The dedicated cinema and the everyday media room, held to one reference standard — picture, sound, and seating composed as a single room, not three line-items.
A true home theater is an act of architecture before it is a list of components. We design the room first — its sightlines, its acoustics, the way you sit in it — and let the equipment disappear into it. The screen is sized to the seats; the speakers are placed to the room; the wiring is gone before the drywall closes.
Whether it is a dedicated cinema with tiered seating or the family room where the household actually gathers, the standard does not move: reference projection or direct-view display, Dolby Atmos done properly, acoustically considered walls, and a single button that dims the lights, draws the shades, and begins the film.

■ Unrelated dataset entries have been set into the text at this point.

#include "series_ops.h"

#include <stdlib.h>

#include "diag.h"
#include "util.h"

void series_report(const node *at, int rc, const char *what)
{
    const char *why;
    switch (rc) {
    case TS_VAR_MISMATCH:
        why = "the series are in different variables";
        break;
    case TS_DIVZERO:
        why = "the divisor has zero constant term (division by zero)";
        break;
    case TS_NEEDS_ZERO_CONSTANT:
        why = "it needs a series with zero constant term";
        break;
    case TS_NEEDS_UNIT_CONSTANT:
        why = "it needs a series with constant term 1";
        break;
    case TS_NEEDS_LINEAR_TERM:
        why = "it needs zero constant term and a nonzero rational linear term";
        break;
    case TS_NOT_RATIONAL:
        why = "the leading coefficient must be a nonzero rational number";
        break;
    default:
        why = "invalid argument";
    }
    diag_error(&at->loc, "%s is not defined here: %s", what, why);
}

int series_from_value(interp *I, tseries *out, const value *v, const node *at)
{
    if (v->kind == V_NUM) {
        tseries_set_mpoly(out, v->num, I->ring.ctx);
        return 1;
    }
    if (v->kind == V_SERIES && v->ser->var == out->var) {
        tseries_set_mpoly(out, v->ser->p, I->ring.ctx);
        if (v->ser->order < out->order)
            out->order = v->ser->order;
        return 1;
    }
    diag_error(&at->loc, v->kind == V_SERIES ? "the series are in different variables"
                                             : "expected a number or a series here, got a %s",
               value_kind_name(v));
    return 0;
}

/* The series operand fixing variable and order: the one of lower order. */
static const tseries *series_shape(const value *a, const value *b)
{
    if (a->kind != V_SERIES)
        return b->ser;
    if (b->kind != V_SERIES)
        return a->ser;
    return a->ser->order <= b->ser->order ? a->ser : b->ser;
}

value *series_arith(interp *I, const node *n, int op, const value *a, const value *b)
{
    if (a->kind == V_CLASS || b->kind == V_CLASS || a->kind == V_STR || b->kind == V_STR) {
        diag_error(&n->loc, "a series can only be combined with numbers and series");
        return NULL;
    }
    const tseries *shape = series_shape(a, b);
    if (op == '/' && a->kind == V_SERIES && b->kind == V_NUM && !fmpq_mpoly_is_fmpq(b->num, I->ring.ctx)
        && fmpq_mpoly_degree_si(b->num, a->ser->var, I->ring.ctx) == 0) {
        /* a constant that is not a rational number, e.g. sin(2*pi*Z)/(2*pi): exact when it divides
           every known coefficient */
        value *r = value_new_series(a->ser->var, a->ser->order, &I->ring);
        if (fmpq_mpoly_divides(r->ser->p, a->ser->p, b->num, I->ring.ctx))
            return r;
        value_release(r);
    }
    tseries x, y;
    tseries_init(&x, shape->var, shape->order, I->ring.ctx);
    tseries_init(&y, shape->var, shape->order, I->ring.ctx);
    value *r = NULL;
    if (series_from_value(I, &x, a, n->a ? n->a : n) && series_from_value(I, &y, b, n->b ? n->b : n)
        && (op == '+' || op == '-'
            || series_size_ok(I, n, op == '*' ? "this product" : "this division",
                              op == '*' ? SERIES_COST_PRODUCT : SERIES_COST_QUOTIENT, &x, &y, shape->order, 0))) {
        r = value_new_series(shape->var, shape->order, &I->ring);
        int rc = op == '+' ? tseries_add(r->ser, &x, &y, I->ring.ctx)
               : op == '-' ? tseries_sub(r->ser, &x, &y, I->ring.ctx)
               : op == '*' ? tseries_mul(r->ser, &x, &y, I->ring.ctx)
                           : tseries_div(r->ser, &x, &y, I->ring.ctx);
        if (rc != TS_OK) {
            series_report(n, rc, op == '/' ? "this division" : "this operation");
            value_release(r);
            r = NULL;
        }
    }
    tseries_clear(&x, I->ring.ctx);
    tseries_clear(&y, I->ring.ctx);
    return r;
}

value *series_pow(interp *I, const node *n, const value *a, slong e)
{
    if (!series_size_ok(I, n, "this power", SERIES_COST_POWER, a->ser, NULL, a->ser->order, (double)e))
        return NULL;
    value *r = value_new_series(a->ser->var, a->ser->order, &I->ring);
    int rc = tseries_pow_si(r->ser, a->ser, e, I->ring.ctx);
    if (rc == TS_OK)
        return r;
    series_report(n, rc, "this power");
    value_release(r);
    return NULL;
}
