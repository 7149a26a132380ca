/* Integrands that integrate to 0 for a reason the user may not intend: no
   term of the dimension of the space, or a formal variable added to a class
   (a number of degree 0, not a class). The answer stays 0; a warning says
   why, once per integral of the script. */
#include <stdlib.h>
#include <string.h>

#include "classes/cxdegree.h"
#include "diag.h"
#include "interp.h"
#include "strbuf.h"
#include "util.h"
#include "value_str.h"
#include "integrand_check.h"

/* Work allowed for finding the degrees of one integrand (steps). */
#define CHECK_DEGREE_BUDGET 2e7
/* Degree sets are only built up to this size; beyond it the bound alone is used. */
#define CHECK_MAX_CAP 1000000
/* Degrees listed in a warning before the list is shortened. */
#define CHECK_MAX_LISTED 6

int integrand_first_warning(interp *I, const node *where)
{
    for (int i = 0; i < I->nwarned; i++)
        if (I->warned[i] == where)
            return 0;
    I->warned = xrealloc(I->warned, (I->nwarned + 1) * sizeof(const node *));
    I->warned[I->nwarned++] = where;
    return 1;
}

/* Appends "degree 2" or "degrees 0, 1 and above 3" for the set has[0..cap]
   (has[cap]: degrees of cap and more, named "above D" when cap = D + 1). */
static void check_list_degrees(strbuf *b, const unsigned char *has, slong cap, slong D)
{
    slong items[CHECK_MAX_LISTED + 2], count = 0, total = 0;
    for (slong d = 0; d <= cap; d++)
        if (has[d]) {
            if (count < CHECK_MAX_LISTED + 1)
                items[count++] = d;
            else
                items[CHECK_MAX_LISTED] = d;
            total++;
        }
    strbuf_puts(b, total == 1 ? "degree " : "degrees ");
    for (slong i = 0; i < count; i++) {
        const char *sep = i == 0 ? "" : i == count - 1 ? " and " : ", ";
        if (i == CHECK_MAX_LISTED && total > count)
            sep = ", ... and ";
        if (items[i] == cap && cap == D + 1)
            strbuf_printf(b, "%sabove %ld", sep, (long)D);
        else
            strbuf_printf(b, "%s%ld", sep, (long)items[i]);
    }
}

static void check_warn_degrees(interp *I, const node *where, slong g, slong n, const unsigned char *has,
                               slong cap, slong maxdeg)
{
    if (!integrand_first_warning(I, where))
        return;
    strbuf b;
    strbuf_init(&b);
    slong D = 3 * g - 3 + n;
    if (has)
        check_list_degrees(&b, has, cap, D);
    else
        strbuf_printf(&b, "degree at most %ld", (long)maxdeg);
    diag_warning(&where->loc, "no term of this integrand has degree %ld, the dimension of Mbar_{%ld,%ld} (its "
                              "terms have %s): the integral is 0", (long)D, (long)g, (long)n, b.data);
    strbuf_clear(&b);
}

void integrand_warn_correlator(interp *I, const node *where, slong g, slong n, slong sum, slong want,
                               const char *what)
{
    if (!integrand_first_warning(I, where))
        return;
    diag_warning(&where->loc, "the exponents of this %s add up to %ld, but on Mbar_{%ld,%ld} they must add up "
                              "to %ld: the correlator is 0", what, (long)sum, (long)g, (long)n, (long)want);
}

/* A number integrated over a space of positive dimension: 0, said once. */
static void check_warn_number(interp *I, const node *where, slong g, slong n, const value *v)
{
    if (fmpq_mpoly_is_zero(v->num, I->ring.ctx) || !integrand_first_warning(I, where))
        return;
    slong D = 3 * g - 3 + n;
    if (scalar_is_pi_only(v->num, &I->ring)) {
        diag_warning(&where->loc, "the integrand is a number (degree 0) but Mbar_{%ld,%ld} has dimension %ld: "
                                  "the integral is 0", (long)g, (long)n, (long)D);
        return;
    }
    char *t = value_get_str(v, &I->ring);
    diag_warning(&where->loc, "%s holds a formal variable: a number of degree 0, not a class, so its integral "
                              "over Mbar_{%ld,%ld} (dimension %ld) is 0", strlen(t) <= 30 ? t : "this integrand",
                 (long)g, (long)n, (long)D);
    free(t);
}

/* A summand of the top-level sum of e that is a scalar holding a formal variable. */
static const cx *check_variable_summand(interp *I, const cx *e, int depth)
{
    if (depth > 200)
        return NULL;
    if (e->kind == CX_SCALAR)
        return scalar_is_pi_only(e->scalar, &I->ring) ? NULL : e;
    if (e->kind != CX_ADD)
        return NULL;
    const cx *r = check_variable_summand(I, e->a, depth + 1);
    return r ? r : check_variable_summand(I, e->b, depth + 1);
}

static void check_warn_variable(interp *I, const node *where, slong g, slong n, const cx *term)
{
    if (!integrand_first_warning(I, where))
        return;
    char *t = scalar_get_str(term->scalar, &I->ring);
    diag_warning(&where->loc, "the term %s of this integrand is a formal variable (degree 0), not a class: it "
                              "contributes 0 over Mbar_{%ld,%ld}, of dimension %ld",
                 strlen(t) <= 30 ? t : "(a polynomial)", (long)g, (long)n, (long)(3 * g - 3 + n));
    free(t);
}

/* For a class: 1 (after warning) when no term can have degree D. */
static int check_class(interp *I, const node *where, slong g, slong n, const cx *c)
{
    slong D = 3 * g - 3 + n, maxdeg = cx_max_degree(c);
    if (cx_max_psi(c) > n || (maxdeg >= D && D > I->lim.max_dim))
        return 0;   /* reported by the expansion, or by the check of the space */
    slong cap = (maxdeg < D ? maxdeg : D) + 1;
    unsigned char *has = cap <= CHECK_MAX_CAP ? calloc((size_t)cap + 1, 1) : NULL;
    int known = has && cx_degree_set(c, cap, has, CHECK_DEGREE_BUDGET);
    int empty = 1;
    for (slong d = 0; known && d <= cap; d++)
        empty &= !has[d];
    int zero = known ? !empty && (cap <= D || !has[D]) : maxdeg < D;
    if (zero)
        check_warn_degrees(I, where, g, n, known ? has : NULL, cap, maxdeg);
    free(has);
    const cx *term = !zero && D > 0 ? check_variable_summand(I, c, 0) : NULL;
    if (term)
        check_warn_variable(I, where, g, n, term);
    return zero || (known && empty);
}

int integrand_is_zero(interp *I, const node *where, slong g, slong n, const value *integrand)
{
    if (2 * g - 2 + n <= 0 || g > WORD_MAX / 8 || n > WORD_MAX / 8)
        return 0;
    if (integrand->kind == V_NUM) {
        if (3 * g - 3 + n == 0)
            return 0;
        check_warn_number(I, where, g, n, integrand);
        return 1;
    }
    return integrand->kind == V_CLASS && check_class(I, where, g, n, integrand->cls);
}
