/* bench_theta.c - wall-clock time and peak memory of the Theta engine (src/engines/theta/).
 *
 * Usage:  bench_theta psi G     every Theta-psi number <Theta | tau_d>_G with all d_i >= 1 (the
 *                                partitions of G-1; the others follow by the tau_0 equation), by
 *                                the Virasoro route and by the KdV route, compared one by one
 *         bench_theta vol G N   every coefficient of the super volume V^Theta_{G,N}(L) (sorted d
 *                                with |d| <= G-1; the polynomial is symmetric)
 *         bench_theta            psi for G = 1..12, vol for G = 2..20 and N = 1..3, one child
 *                                process per case, 60 s at most each (a few seconds in all)
 *         bench_theta long       the same, then psi for G = 16, 20, 24 and vol for G = 25, 30
 *                                (N = 1): how the cost grows beyond the sweep (about a minute)
 * Output columns: mode, g, n, count (numbers resp. coefficients), memo entries (Virasoro table),
 * seconds (psi: both routes), peak MiB, growth (seconds over those of the previous row of the same
 * mode and n; "-" for the first), and a check value: psi "agree" or "DIFFER" and the sum of the
 * numbers as a double; vol the value V^Theta_{G,N}(0) / pi^(2G-2) as a double.
 */
#include <stdio.h>
#include <stdlib.h>
#include <string.h>
#include <flint/fmpq.h>
#include "theta/theta.h"
#include "bench_util.h"

typedef struct {
    theta_table *V, *K;
    fmpq_t sum;
    long count, differ;
    int status;
} bench_th_acc;

/* Every non-increasing d[i..] with parts in [1, cap] adding up to rem, then both routes. */
static void bench_th_rec(bench_th_acc *A, slong g, slong *d, slong i, slong rem, slong cap)
{
    slong v;
    if (rem == 0) {
        fmpq_t a, b;
        fmpq_init(a);
        fmpq_init(b);
        int s1 = theta_correlator(a, A->V, g, d, i), s2 = theta_correlator(b, A->K, g, d, i);
        A->status = A->status ? A->status : (s1 ? s1 : s2);
        A->differ += !fmpq_equal(a, b);
        fmpq_add(A->sum, A->sum, a);
        A->count++;
        fmpq_clear(a);
        fmpq_clear(b);
        return;
    }
    for (v = rem < cap ? rem : cap; v >= 1; v--) {
        d[i] = v;
        bench_th_rec(A, g, d, i + 1, rem - v, v);
    }
}

/* Case "psi": all zero-free Theta-psi numbers of genus g (n = 1 for g = 1: <Theta | tau_0>_1).
   The row (without the growth column) goes to row, the seconds to *secs. */
static int bench_th_psi(slong g, char *row, size_t len, double *secs_out)
{
    bench_th_acc A;
    bench_timer t;
    slong d[512];
    double secs;
    A.V = theta_table_new(THETA_ROUTE_VIRASORO);
    A.K = theta_table_new(THETA_ROUTE_KDV);
    fmpq_init(A.sum);
    A.count = A.differ = 0;
    A.status = WK_OK;
    bench_timer_start(&t);
    d[0] = 0;
    if (g == 1)
        bench_th_rec(&A, g, d, 1, 0, 0);
    else
        bench_th_rec(&A, g, d, 0, g - 1, g - 1);
    secs = bench_timer_wall(&t);
    snprintf(row, len, "psi  %3ld  %3s  %8ld  %9ld  %9.3f  %8.1f|%s  %.6e%s", (long) g, "-", A.count,
             (long) theta_table_entries(A.V), secs, bench_peak_mib(), A.differ ? "DIFFER" : "agree",
             fmpq_get_d(A.sum), A.status ? "  (engine error)" : "");
    *secs_out = secs;
    fmpq_clear(A.sum);
    theta_table_free(A.V);
    theta_table_free(A.K);
    return A.status || A.differ;
}

typedef struct {
    theta_table *T;
    fmpq_t v0;            /* V^Theta_{g,n}(0) / pi^(2g-2) = 2^(g-1) c_0 */
    long count;
    int status;
} bench_vol_acc;

/* Every non-increasing d[i..n-1] with parts in [0, cap] and sum <= rem: one coefficient each. */
static void bench_vol_rec(bench_vol_acc *A, slong g, slong *d, slong n, slong i, slong rem, slong cap)
{
    slong v;
    if (i == n) {
        fmpq_t c;
        fmpq_init(c);
        int st = theta_volume_coeff(c, A->T, g, d, n);
        A->status = A->status ? A->status : st;
        if (rem == g - 1) {                    /* d = 0: the constant term c (2 pi^2)^(g-1) */
            fmpq_mul_2exp(c, c, (ulong) (g - 1));
            fmpq_set(A->v0, c);
        }
        A->count++;
        fmpq_clear(c);
        return;
    }
    for (v = rem < cap ? rem : cap; v >= 0; v--) {
        d[i] = v;
        bench_vol_rec(A, g, d, n, i + 1, rem - v, v);
    }
}

/* Case "vol": all coefficients of V^Theta_{g,n}(L) in one fresh table; the row as for psi. */
static int bench_th_vol(slong g, slong n, char *row, size_t len, double *secs_out)
{
    bench_vol_acc A;
    bench_timer t;
    slong d[8];
    double secs;
    A.T = theta_table_new(THETA_ROUTE_VIRASORO);
    fmpq_init(A.v0);
    A.count = 0;
    A.status = WK_OK;
    bench_timer_start(&t);
    bench_vol_rec(&A, g, d, n, 0, g - 1, g - 1);
    secs = bench_timer_wall(&t);
    snprintf(row, len, "vol  %3ld  %3ld  %8ld  %9ld  %9.3f  %8.1f|V(0)/pi^%ld = %.6e%s", (long) g, (long) n,
             A.count, (long) theta_table_entries(A.T), secs, bench_peak_mib(), (long) (2 * g - 2),
             fmpq_get_d(A.v0), A.status ? "  (engine error)" : "");
    *secs_out = secs;
    fmpq_clear(A.v0);
    theta_table_free(A.T);
    return A.status;
}

typedef struct {
    int vol;
    slong g, n;
} bench_th_case;

/* Prints a row, with the growth column (secs / prev; "-" when prev <= 0) at the '|'. */
static void bench_th_print(const char *row, double secs, double prev)
{
    const char *bar = strchr(row, '|');
    int head = bar ? (int) (bar - row) : (int) strlen(row);
    char growth[32];
    if (prev > 0 && secs > 0)
        snprintf(growth, sizeof growth, "%7.2f", secs / prev);
    else
        snprintf(growth, sizeof growth, "%7s", "-");
    printf("%.*s  %s  %s\n", head, row, growth, bar ? bar + 1 : "");
    fflush(stdout);
}

/* Child body: runs one case and sends "status seconds" and the row through out. */
static int bench_th_case_run(void *arg, FILE *out)
{
    const bench_th_case *c = arg;
    char row[256];
    double secs = 0;
    int st = c->vol ? bench_th_vol(c->g, c->n, row, sizeof row, &secs) : bench_th_psi(c->g, row, sizeof row, &secs);
    if (out)
        fprintf(out, "%d %.9g\n%s\n", st, secs, row);
    return st;
}

/* One case in a child with a 60 s limit; prints its row with the growth over *prev (the seconds
   of the previous row of the series, updated).  A case that runs out of time is reported. */
static int bench_th_child(bench_th_case *c, double *prev)
{
    bench_child_result r = bench_child_run(bench_th_case_run, c, 60);
    int ok = bench_child_ok(&r), st = 1;
    double secs = 0;
    char *nl = r.text ? strchr(r.text, '\n') : NULL;
    if (ok && nl && sscanf(r.text, "%d %lg", &st, &secs) == 2) {
        char *end = strchr(nl + 1, '\n');
        if (end)
            *end = '\0';
        bench_th_print(nl + 1, secs, *prev);
        *prev = secs;
    } else if (r.signaled) {
        printf("%s  %3ld  %3ld  stopped at the 60 s limit\n", c->vol ? "vol" : "psi", (long) c->g, (long) c->n);
        *prev = 0;
    }
    bench_child_clear(&r);
    return !ok || st != 0;
}

/* The default sweep (psi g <= 12, vol g <= 20, n <= 3) and, with long_run, the cases beyond it. */
static int bench_th_all(int long_run)
{
    bench_th_case c;
    int bad = 0;
    double prev = 0;
    static const slong more_psi[3] = {16, 20, 24}, more_vol[2] = {25, 30};
    for (c.vol = 0, c.n = 0, c.g = 1; c.g <= 12; c.g++)
        bad |= bench_th_child(&c, &prev);
    for (int i = 0; long_run && i < 3; i++) {
        c.g = more_psi[i];
        bad |= bench_th_child(&c, &prev);
    }
    for (c.vol = 1, c.n = 1; c.n <= 3; c.n++) {
        prev = 0;
        for (c.g = 2; c.g <= 20; c.g++)
            bad |= bench_th_child(&c, &prev);
        for (int i = 0; long_run && c.n == 1 && i < 2; i++) {
            c.g = more_vol[i];
            bad |= bench_th_child(&c, &prev);
        }
    }
    return bad;
}

int main(int argc, char **argv)
{
    slong g = -1, n = -1;
    int bad;
    char row[256];
    double secs = 0;
    printf("mode   g    n     count    entries    seconds  peak_MiB   growth  check\n");
    fflush(stdout);
    if (argc == 1 || (argc == 2 && strcmp(argv[1], "long") == 0))
        return bench_th_all(argc == 2);
    if (argc == 3 && strcmp(argv[1], "psi") == 0 && bench_arg_slong(&g, argv[2], 1, 60)) {
        bad = bench_th_psi(g, row, sizeof row, &secs);
        bench_th_print(row, secs, 0);
    } else if (argc == 4 && strcmp(argv[1], "vol") == 0 && bench_arg_slong(&g, argv[2], 1, 60)
               && bench_arg_slong(&n, argv[3], 1, 6)) {
        bad = bench_th_vol(g, n, row, sizeof row, &secs);
        bench_th_print(row, secs, 0);
    } else {
        fprintf(stderr, "usage: %s [long | psi G | vol G N]   (1 <= G <= 60, 1 <= N <= 6)\n", argv[0]);
        return 2;
    }
    flint_cleanup();
    return bad ? 1 : 0;
}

Reference laser projection and direct-view displays — microLED and OLED — calibrated to the room and sized to your sightlines. Screens and Frame-style art displays that vanish when the lights come up.
Dolby Atmos engineered to the architecture: speakers and subwoofers placed to the room, acoustically treated walls, tuned to the primary seat.
Tiered, oiled-leather seating arranged for the room, with risers engineered so every seat holds the picture.
One press dims the lighting, draws the shades, and starts the film. Lutron scenes and your voice — not a coffee table of remotes.
Acoustic fabric, hidden equipment racks, and flush in-ceiling speakers. The room stays architecture; the technology stays out of sight.